Baru mau menempati kost, tapi teman-teman kost udah welcome dan asik kek gini. Pasti banget Wuri bakalan betah. Akhirnya dia pamit untuk menuju ke kamar kostnya yang ada di pojok bagian atas sana.
Menaiki tangga, lalu berjalan melewati teras kamar kost nomor 14. Sedangkan di sebelah kanannya sana ada dua kamar juga, nomor 12 dan 13.
Ceklek!
Tepat saat Wuri membuka kamar kostnya, kamar kost sebelahnya dibuka dari dalam. Kedua mata Wuri melebar melihat seorang cowok yang melangkah keluar dari sana. Cowok yang memang abru pertama ketemu, dan ini adalah pertemuan kedua kalinya, tapi wajah tengil cowok itu langsung melekat diingatan.

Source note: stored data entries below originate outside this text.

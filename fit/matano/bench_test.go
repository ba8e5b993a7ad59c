package matano

import (
	"math"
	"testing"
)

// BenchmarkAnalyze: a 60-point couple, smoother chosen among 1–3 terms,
// 19 levels, 1000 bootstrap replicates (the defaults).
func BenchmarkAnalyze(b *testing.B) {
	const D, tm = 4e-14, 100 * 3600.0
	w := 2 * math.Sqrt(D*tm)
	p := couple(1, 60, -4*w, 4*w, tm, 0.1, func(x float64) float64 { return erfCouple(x, D, tm, 2, 30, 0) })
	b.ReportAllocs()
	for b.Loop() {
		if _, err := Analyze(p, 0, Options{}); err != nil {
			b.Fatal(err)
		}
	}
	b.ReportMetric(float64(b.Elapsed().Milliseconds())/float64(b.N), "ms/analysis")
}
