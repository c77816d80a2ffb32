"""State store: checkpoints, a journal of received messages and an outbox, in one SQLite file.

The daemon keeps everything it must not lose across a restart in one SQLite
database in WAL mode:

* **checkpoint** -- a generic ``key -> bytes`` map (estimator, detector and
  alert state, encoded by their owners), saved in one transaction together
  with the journal position it already includes and the time of the save;
* **journal** -- raw MQTT messages received since the last checkpoint, each
  with a sequence number that only ever grows (also across trimming and
  restarts). A message is acknowledged to the broker only once journalled,
  so a crash loses nothing that was acknowledged: on start the daemon loads
  the checkpoint and replays ``journal_after(checkpoint.journal_upto)``;
* **outbox** -- alert messages not yet acknowledged by the broker, with
  stable ids, republished on start.

One worker thread makes every call: the connection keeps :mod:`sqlite3`'s
``check_same_thread`` check, so a call from another thread fails loudly
instead of racing.

Durability. ``synchronous="normal"`` survives a crash of the process (SIGKILL,
out of memory, a bug) with every committed transaction intact; after a power
loss or kernel crash the most recent commits may be rolled back, never torn.
``synchronous="full"`` also keeps every committed transaction across a power
loss, at the price of one more fsync per commit [1]_ [2]_. Either way a
checkpoint is all or nothing.

Local disk only: SQLite's locking and WAL shared memory do not work reliably
on network file systems [2]_ [3]_.

One process per file. Opening takes an exclusive ``flock(2)`` on
``<name>.lock`` (kept open, released by the kernel when the process dies,
also on SIGKILL) and writes the process id into it, so a second daemon
pointed at the same file fails with a :class:`StoreError` naming the holder
instead of sharing the state.
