def test_inputs_moving_together_are_refused() -> None:
    y, u, t = record()
    result = fit_baseline(y, np.column_stack([u, 2.0 * u + 1.0]), t, sample_period_s=TS)
    assert any("moved in step with each other" in r for r in result.reasons)


def test_too_short_window_is_refused_with_the_numbers() -> None:
    y, u, t = record(n=60)
    result = fit_baseline(y, u, t, sample_period_s=TS)
    assert len(result.reasons) == 1
    # Grid defaults: depth 7, largest candidate 5 parameters, 10 per parameter.
    assert result.reasons[0].startswith(
        "the window holds 60 samples: after 30 % held back for validation and 7 for the "
        "model's history, 35 remain to fit up to 5 parameters, but 50 (10 per parameter)"
    )


def test_rule_thresholds_are_applied() -> None:
    y, u, t = record()
    strict = AcceptanceRule(min_fit_percent=99.99, max_relative_se=1e-6)
    result = fit_baseline(y, u, t, sample_period_s=TS, acceptance=strict)
    assert not result.accepted
    assert [r.split(" ")[0] for r in result.reasons] == ["fit", "the"]
    assert "at most 0 % is allowed" in result.reasons[1]


# --- fit_baseline: grid and options ------------------------------------------


def test_gap_is_reported_with_its_location() -> None:
    y, u, t = record()
    t = t.copy()
    t[50:] += 2 * TS  # two samples lost before sample 50
    with pytest.raises(GridError, match=r"^t: gap of 180 s between sample 49 \(t=") as info:
        fit_baseline(y, u, t, sample_period_s=TS)
    assert info.value.index == 50
    assert f"more than {GAP_FACTOR} sample periods (90 s): give a gap-free window" in str(
        info.value
    )


def test_duplicate_timestamp_is_not_a_grid() -> None:
    y, u, t = record()
    t = t.copy()
    t[10:] -= TS
    with pytest.raises(GridError, match=r"samples 9 .* and 10 .* are 0 s apart, less than half"):
        fit_baseline(y, u, t, sample_period_s=TS)


def test_grid_error_is_a_value_error() -> None:
    # Source: STYLE.md "Errors": exceptions subclass builtins.
    assert issubclass(GridError, ValueError)


@pytest.mark.parametrize(
    ("kwargs", "message"),
    [
        ({"alpha": 1.0}, r"alpha applies to ridge and lasso only, not to method='ols'"),
        ({"method": "ridge"}, r"method='ridge' needs a penalty weight alpha"),
        ({"method": "svd"}, r"method must be one of"),
        ({"criterion": "hq"}, r"criterion must be one of"),
        ({"validation_fraction": 0.0}, r"validation_fraction must be in \(0, 0.9\]"),
        ({"order": FIRST_ORDER, "search": SearchRanges()}, r"either order or search"),
        ({"sample_period_s": -1.0}, r"sample_period_s: expected a finite number > 0"),
    ],
)
def test_bad_options_are_refused_early(kwargs: dict[str, Any], message: str) -> None:
    y, u, t = record()
    options: dict[str, Any] = {"sample_period_s": TS, **kwargs}
    with pytest.raises(ValueError, match=message):
        fit_baseline(y, u, t, **options)
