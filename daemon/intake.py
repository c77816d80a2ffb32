"""Column-wise intake: alignment and data-quality checks of many assets of one class.

Pure: samples, times and settings in, rows and evidence out; no clock, no I/O.
:class:`IntakeBank` holds every asset of one asset class in numpy arrays
indexed by an asset *slot*, so that one process carries thousands of assets
(a site's VAV boxes) at a few hundred bytes each. It reproduces two readable
reference implementations, which stay the statement of the rules:
:class:`~arxwatch.daemon.align.Aligner` (one per asset) for the rows and
:class:`~arxwatch.estimators.detect.quality.SignalQuality` (one per checked
signal) for the data-quality evidence. The tests drive both with the same
calls and compare.

Grid cells
----------
The *cell* of a sample at time ``s`` is the index ``k`` of the first grid
point at or after it, ``(k - 1) * T < s <= k * T`` for the period ``T``: the
first grid point it can fill. Only the latest sample of a cell can ever fill
a grid point. Proof: a grid point ``t_j`` takes the latest sample at or before
it; every sample of cell ``k`` is at or before ``t_k``, so for ``j >= k`` an
older sample of the cell is never the latest one, and for ``j < k`` no sample
of the cell qualifies. Nor does an older sample of the cell decide whether
``t_j`` has a value at all: if it is at most ``staleness_s`` old at ``t_j``,
so is the newer one. So the bank keeps, per (asset, signal), at most ``cells``
samples, the latest of distinct cells. Of the cells at or before the last
closed grid point only the newest one matters (it *carries* the last value
into the grid points still open), and only while it is fresh for the next
grid point.
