@pytest.mark.parametrize("schedule", ["one-mode", "site-schedule"])
@pytest.mark.parametrize("backend", BACKENDS)
def test_steps_from_the_same_assets_reuse_their_route(
    assets: dict, schedule: str, backend: str, monkeypatch: pytest.MonkeyPatch
) -> None:
    # One sample time per call, every asset in the same mode: the fleet
    # reuses the last step's routing (FleetMonitor._Route). The records must
    # stay those of per-asset monitors through what drops or changes a route:
    # a missing row (1 % of rows), a restart after it, a site-wide mode
    # switch, and a mode without a baseline ("purge").
    if schedule == "one-mode":
        chosen = {a: v for a, v in assets.items() if v[0].baselines[0].mode is None}
    else:
        modes = assets["block-d/ahu-9"][3]
        chosen = {}
        for k, (asset, (_, y, u, _)) in enumerate(assets.items()):
            both = BaselineSet(
                (
                    _baseline(LOOPS[k % 2], "occupied", 1),
                    _baseline(LOOPS[1 - k % 2], "unoccupied", 5),
                )
            )
            chosen[asset] = (both, y, u, modes)
    routed = 0
    original = FleetMonitor._wave_routed

    def counting(self: FleetMonitor, *args: object) -> list:
        nonlocal routed
        routed += 1
        return original(self, *args)  # type: ignore[arg-type]

    monkeypatch.setattr(FleetMonitor, "_wave_routed", counting)
    expected, got, _ = _run_both(chosen, MonitorConfig(), lambda k: 1, backend)
    n = len(next(iter(chosen.values()))[1])
    assert n // 2 < routed < n  # most steps took the route, not all
    assert sum(len(v) for v in expected.values()) > 5
    for asset in expected:
        assert got[asset] == expected[asset], asset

Beda lagi sama muka si cowok yang justru tersenyum menyambut kedatangan Wuri ini. “Jodoh emang nggak kemana,” ngomongnya dengan penuh percaya diri. Satu tangannya sibuk mengusap rambut yang basah dengan handuk di tangan.
Wuri hanya berdecak saja, memilih memasukkan tas besarnya ke dalam kamar. Melepas helm dan menyimpannya di pojok pintu. Dia menjatuhkan bokong ke tepi kasur, menyandarkan punggungnya yang lelah di dinding. Diam mengamati keadaan kamar yang akan menjadi tempat tinggalnya mulai malam ini dan entah akan sampai kapan.
Drrt … ddrtt ….
Wuri sedikit terkesiap merasakan ponsel yang bergetar lama di dalam tas. Dengan begitu malas dia membuka tas dan mengambil barang tipis itu. Mendesah panjang saat tau jika itu adalah panggilan masuk dari nomor suaminya. Wuri menatap jam di lengan kiri, menyunggingkan senyum getir saat tau jika sudah satu jam lebih beberapa menit dia meninggalkan rumah.
‘Saking pedulinya sama keadaan Wina, kamu baru menyadari kepergianku, mas?’ tanyanya dalam hati.
Wuri memejamkan mata, menjatuhkan kepala ke dinding dengan hati yang kembali terasa amat perih. Bayangan dua orang itu benar-benar tak mau pergi dari ingatannya. Selama hitungan bulan, Ifan dan Wina terlalu rapi menutupi semuanya.
Ifan selalu berlaga menjaga mata sampai tak pernah mau beradu tatap sama Wina jika ada Wuri di rumah. Tapi kenyataannya semua hanyalah topeng di depan istrinya saja. Kelakuan yang sealim itu, nyatanya sangat bajingan di belakang.
“Mbak Anggrek.” Sebuah panggilan terdengar dari luar kamar.
Kedua mata Wuri yang sudah memanas itu langsung melirik ke arah pintu kamar yang sedikit terbuka. Cepat Wuri menghapus embun yang hampir menetes, lalu beranjak bardiri menuju ke pintu. Takut kalau cowok tengil itu masuk ke kamarnya dengan tiba-tiba.
Wuri membuka pintu lebih lebar, kedua mata langsung bertemu dengan cowok tengil bernama Taka yang sekarang berdiri di samping pintu kamar Wuri.
Taka tersenyum lebar sampai kedua mata gateng itu sedikit menyipit. Kedua tangannya dimasukkan ke saku hoddie dengan satu bahu yang menyandar di dinding tepat samping pintu.
“Kamu ngapain?” tanya Wuri, heran tentunya.
“Gue mau keluar nyari makan. Ikut yuk,” ajaknya super pede.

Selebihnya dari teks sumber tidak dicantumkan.